Le premier constructeur mondial en nombre de véhicules vendus estime que ces dernières lui ont déjà coûté plus de $600 millions par mois en avril et en mai. Il est vrai que plus du quart des véhicules qu’il vend aux Etats-Unis sont directement importés depuis le Japon.

Par ailleurs, les motorisations hybrides de Toyota font un carton en Amérique du Nord. Principale source de profits du groupe, c’est ce segment et sa réussite qui permettent au constructeur d’afficher des marges d’exploitation qui rivalisent avec celles de Mercedes-Benz.

Mais il n’y a pas que les Etats-Unis. Toyota est aussi chahuté à domicile suite à une série de scandales liés à des contrôles qualité truqués. En parallèle, le groupe accusé par ses actionnaires d’entretenir une structure si opaque — avec des centaines de filiales, d’affiliés, de participations croisées et de refacturations mystérieuses — qu’elle en est en réalité indéchiffrable.

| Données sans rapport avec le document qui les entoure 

import { describe, expect, it } from "vitest";
import { thermocouple } from "../../src/core";
import { emfTables } from "./emf-tables";

describe.each(emfTables)("published table: $source", ({ rows }) => {
  it.each(rows)("type %s at %d °C prints %d mV", (type, t, printed, decimals) => {
    const couple = thermocouple(type);
    // Half a unit of the last printed digit, and the rounding of a sum that ends in 5.
    const half = 0.5 * 10 ** -decimals + 1e-9;
    expect(Math.abs((couple?.emf(t) ?? Number.NaN) - printed)).toBeLessThanOrEqual(half);
  });
});
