/**
 * Tolerance tables as makers print them: constant up to the breakpoint, proportional beyond it.
 * Breakpoints are printed to the degree, so the two forms differ there by up to 0.006 °C.
 */
export interface PrintedRow {
  readonly type: string;
  readonly name: string;
  readonly from: number;
  readonly to: number;
  /** ± °C, or a proportion of |t|. */
  readonly constant?: number;
  readonly proportion?: number;
}

/** The tables of IEC 60584-2:1982 with amendment 1, taken over by IEC 60584-1:2013 (three makers' tables). */
// biome-ignore format: one row a line
export const printedIec: readonly PrintedRow[] = [
  { type: "T", name: "1", from: -40, to: 125, constant: 0.5 },
  { type: "T", name: "1", from: 125, to: 350, proportion: 0.004 },
  { type: "T", name: "2", from: -40, to: 133, constant: 1 },
  { type: "T", name: "2", from: 133, to: 350, proportion: 0.0075 },
  { type: "T", name: "3", from: -67, to: 40, constant: 1 },
  { type: "T", name: "3", from: -200, to: -67, proportion: 0.015 },
  { type: "E", name: "1", from: -40, to: 375, constant: 1.5 },
  { type: "E", name: "1", from: 375, to: 800, proportion: 0.004 },
  { type: "E", name: "2", from: -40, to: 333, constant: 2.5 },
  { type: "E", name: "2", from: 333, to: 900, proportion: 0.0075 },
  { type: "E", name: "3", from: -167, to: 40, constant: 2.5 },
  { type: "E", name: "3", from: -200, to: -167, proportion: 0.015 },
  { type: "J", name: "1", from: -40, to: 375, constant: 1.5 },
  { type: "J", name: "1", from: 375, to: 750, proportion: 0.004 },
  { type: "J", name: "2", from: -40, to: 333, constant: 2.5 },
  { type: "J", name: "2", from: 333, to: 750, proportion: 0.0075 },
  { type: "K", name: "1", from: -40, to: 375, constant: 1.5 },
  { type: "K", name: "1", from: 375, to: 1000, proportion: 0.004 },
  { type: "K", name: "2", from: -40, to: 333, constant: 2.5 },
  { type: "K", name: "2", from: 333, to: 1200, proportion: 0.0075 },
  { type: "K", name: "3", from: -167, to: 40, constant: 2.5 },
  { type: "K", name: "3", from: -200, to: -167, proportion: 0.015 },
  { type: "N", name: "1", from: -40, to: 375, constant: 1.5 },
  { type: "N", name: "1", from: 375, to: 1000, proportion: 0.004 },
  { type: "N", name: "2", from: -40, to: 333, constant: 2.5 },
  { type: "N", name: "2", from: 333, to: 1200, proportion: 0.0075 },
  { type: "N", name: "3", from: -167, to: 40, constant: 2.5 },
  { type: "N", name: "3", from: -200, to: -167, proportion: 0.015 },
  { type: "R", name: "1", from: 0, to: 1100, constant: 1 },
  { type: "R", name: "2", from: 0, to: 600, constant: 1.5 },
  { type: "R", name: "2", from: 600, to: 1600, proportion: 0.0025 },
  { type: "S", name: "1", from: 0, to: 1100, constant: 1 },
  { type: "S", name: "2", from: 0, to: 600, constant: 1.5 },
  { type: "S", name: "2", from: 600, to: 1600, proportion: 0.0025 },
  { type: "B", name: "2", from: 600, to: 1700, proportion: 0.0025 },
  { type: "B", name: "3", from: 600, to: 800, constant: 4 },
  { type: "B", name: "3", from: 800, to: 1700, proportion: 0.005 },
];

/** The classes of the same standard that were not found in print. */
export const iecFromMemory: readonly PrintedRow[] = [
  { type: "C", name: "2", from: 426, to: 2315, proportion: 0.01 },
  { type: "A", name: "2", from: 1000, to: 2500, proportion: 0.01 },
];

/** Class 1 of types R and S above its constant part: 1 °C + 0.3 % of what exceeds 1100 °C. */
// biome-ignore format: one row a line
export const classOneOfPlatinum: readonly (readonly [t: number, limit: number])[] = [
  [1000, 1],
  [1100, 1],
  [1200, 1.3],
  [1600, 2.5],
];

/** ASTM E230/E230M: [type, class, t, ± °C] at both ends and beside the breakpoints (a summary sheet and four makers' tables). */
// biome-ignore format: one row a line
export const printedAstm: readonly (readonly [type: string, name: string, t: number, limit: number])[] = [
  ["T", "standard", 0, 1], ["T", "standard", 100, 1], ["T", "standard", 200, 1.5], ["T", "standard", 370, 2.775],
  ["T", "standard", -200, 3], ["T", "standard", -100, 1.5], ["T", "standard", -50, 1],
  ["T", "special", 0, 0.5], ["T", "special", 125, 0.5], ["T", "special", 370, 1.48],
  ["J", "standard", 0, 2.2], ["J", "standard", 293, 2.2], ["J", "standard", 760, 5.7],
  ["J", "special", 0, 1.1], ["J", "special", 275, 1.1], ["J", "special", 760, 3.04],
  ["E", "standard", 0, 1.7], ["E", "standard", 340, 1.7], ["E", "standard", 870, 4.35],
  ["E", "standard", -200, 2], ["E", "standard", -170, 1.7], ["E", "standard", -100, 1.7],
  ["E", "special", 0, 1], ["E", "special", 250, 1], ["E", "special", 870, 3.48],
  ["K", "standard", 0, 2.2], ["K", "standard", 293, 2.2], ["K", "standard", 400, 3], ["K", "standard", 1260, 9.45],
  ["K", "special", 0, 1.1], ["K", "special", 275, 1.1], ["K", "special", 1260, 5.04],
  ["N", "standard", 0, 2.2], ["N", "standard", 1260, 9.45],
  ["N", "special", 0, 1.1], ["N", "special", 1260, 5.04],
  ["R", "standard", 0, 1.5], ["R", "standard", 600, 1.5], ["R", "standard", 1480, 3.7],
  ["R", "special", 0, 0.6], ["R", "special", 600, 0.6], ["R", "special", 1480, 1.48],
  ["S", "standard", 0, 1.5], ["S", "standard", 1000, 2.5], ["S", "standard", 1480, 3.7],
  ["S", "special", 0, 0.6], ["S", "special", 1000, 1], ["S", "special", 1480, 1.48],
  ["B", "standard", 870, 4.35], ["B", "standard", 1700, 8.5],
  ["B", "special", 870, 2.175], ["B", "special", 1700, 4.25],
  ["C", "standard", 2315, 23.15],
  // 2 % below 0 °C, not 1 % as some copies print.
  ["K", "standard", -200, 4], ["K", "standard", -110, 2.2], ["K", "standard", -50, 2.2],
  // A floor of 4.4 °C, which some copies leave out.
  ["C", "standard", 100, 4.4], ["C", "standard", 440, 4.4], ["C", "standard", 441, 4.41],
];

/** The guide of the same standard for special limits below 0 °C (from memory). */
export const astmFromMemory: readonly (readonly [type: string, name: string, t: number, limit: number])[] = [
  ["T", "special", -100, 0.8],
  ["E", "special", -200, 1],
];

/** IEC 60751 tolerances in °C as tabulated by sensor makers (five copies). */
// biome-ignore format: one row a line
export const printedPlatinum: readonly (readonly [name: string, t: number, limit: number])[] = [
  ["A", -100, 0.35], ["A", 0, 0.15], ["A", 100, 0.35], ["A", 200, 0.55], ["A", 300, 0.75], ["A", 400, 0.95],
  ["B", -100, 0.8], ["B", 0, 0.3], ["B", 100, 0.8], ["B", 200, 1.3], ["B", 300, 1.8], ["B", 400, 2.3],
  ["B", 500, 2.8], ["B", 600, 3.3],
];

/** IEC 60751, wire-wound sensors: where a class holds, °C (two copies). */
// biome-ignore format: one row a line
export const printedPlatinumRanges: readonly (readonly [name: string, from: number, to: number])[] = [
  ["AA", -50, 250], ["A", -100, 450], ["B", -196, 600], ["C", -196, 600],
];

/** IEC 60584-3, extension and compensating cables (an instrument maker's manual, two further pages): [cable, class, µV, ± °C, measuring junction °C] */
// biome-ignore format: one row a line
export const printedIecCables: readonly (readonly [
  cable: string, name: string, uv: number, degrees: number, at: number,
])[] = [
  ["JX", "1", 85, 1.5, 500], ["JX", "2", 140, 2.5, 500],
  ["TX", "1", 30, 0.5, 300], ["TX", "2", 60, 1, 300],
  ["EX", "1", 120, 1.5, 500], ["EX", "2", 200, 2.5, 500],
  ["KX", "1", 60, 1.5, 900], ["KX", "2", 100, 2.5, 900],
  ["NX", "1", 60, 1.5, 900], ["NX", "2", 100, 2.5, 900],
  ["KCA", "2", 100, 2.5, 900], ["KCB", "2", 100, 2.5, 900], ["NC", "2", 100, 2.5, 900],
  ["RCA", "2", 30, 2.5, 1000], ["RCB", "2", 60, 5, 1000],
  ["SCA", "2", 30, 2.5, 1000], ["SCB", "2", 60, 5, 1000],
  ["BC", "2", 40, 3.5, 1400],
];

/** ASTM E230/E230M, extension wires, ± °C (three makers' tables). */
// biome-ignore format: one row a line
export const printedAstmCables: readonly (readonly [cable: string, standard: number, special: number])[] = [
  ["KX", 2.2, 1.1], ["JX", 2.2, 1.1], ["EX", 1.7, 1], ["TX", 1, 0.5], ["NX", 2.2, 1.1],
];

/** The same for cables specified in µV (from memory) with the degrees that makers print. */
// biome-ignore format: one row a line
export const printedAstmMicrovolts: readonly (readonly [cable: string, degrees: number, uv: number])[] = [
  ["SX", 5, 57], ["RX", 5, 57], ["BX", 3.7, 33], ["CX", 6.8, 110],
];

L’année dernière, les trois-quarts des investisseurs institutionnels du groupe se déclaraient ainsi insatisfaits de la gouvernance du constructeur — un séisme au pays du soleil levant, où de telles ruptures du consensus sont inhabituelles. 

En réponse, le président du groupe Akio Toyoda — petit-fils du fondateur de Toyota Kiichiro Toyoda — prépare une offre pour privatiser Toyota Industries, la filiale du groupe qui fabrique des métiers à tisser et des chariots élévateurs. Ceci, en théorie, représenterait une première étape vers la simplification du groupe. 

Le cours de l’action avait immédiatement bondi suite à l’annonce, dont l’impact ne s’était pas arrêté à Toyota puisque plusieurs grands groupes industriels se trouvant dans des situations comparables ont également vu leurs valorisations boursières augmenter dans la foulée. Après des décennies d’attentisme, Japan Inc se prépare nettement à une vague d’activisme.    
  
L’autre éléphant dans le magasin de porcelaine, c’est bien sûr le marché chinois qui échappe rapidement aux constructeurs étrangers. Les ventes de Toyota y poursuivent leur tendance baissière, alors que des constructeurs locaux comme BYD et Li Auto affichent eux des croissances à deux chiffres quasiment irréelles. 

Il y a enfin la dépendance du constructeur — et en réalité de l’économie japonaise dans son ensemble — à la faiblesse du yen. C’est parce que celui-ci se déprécie sans cesse que les exportateurs japonais parviennent à demeurer compétitifs sur les marchés internationaux.

La preuve en nombres : en dix ans, de 2016 à 2025, le chiffre d’affaires de Toyota croît à un rythme annualisé de 6.2% en yens, mais de seulement 2.7% en dollars américains ; idem pour le profit, qui croît à un rythme annualisé de 8.2% en yens, mais de 5% en dollars.

La somme de ces vents contraires pèse sur les cash-flows de Toyota, en érosion prononcée ces deux dernières années. Curieusement, ceci n’empêche pas le groupe de retourner plus de $15 milliards à ses actionnaires cette année — un record historique. Faute de cash-flow libre suffisant, ces montants plantureux sont financés par une nette hausse de l’endettement. En yens, la dette nette du constructeur a ainsi quadruplé depuis 2019. 

Cette évolution n’a pas l’air d’affoler le marché. Les analystes de Zonebourse, eux, affichent sans détour leur préoccupation.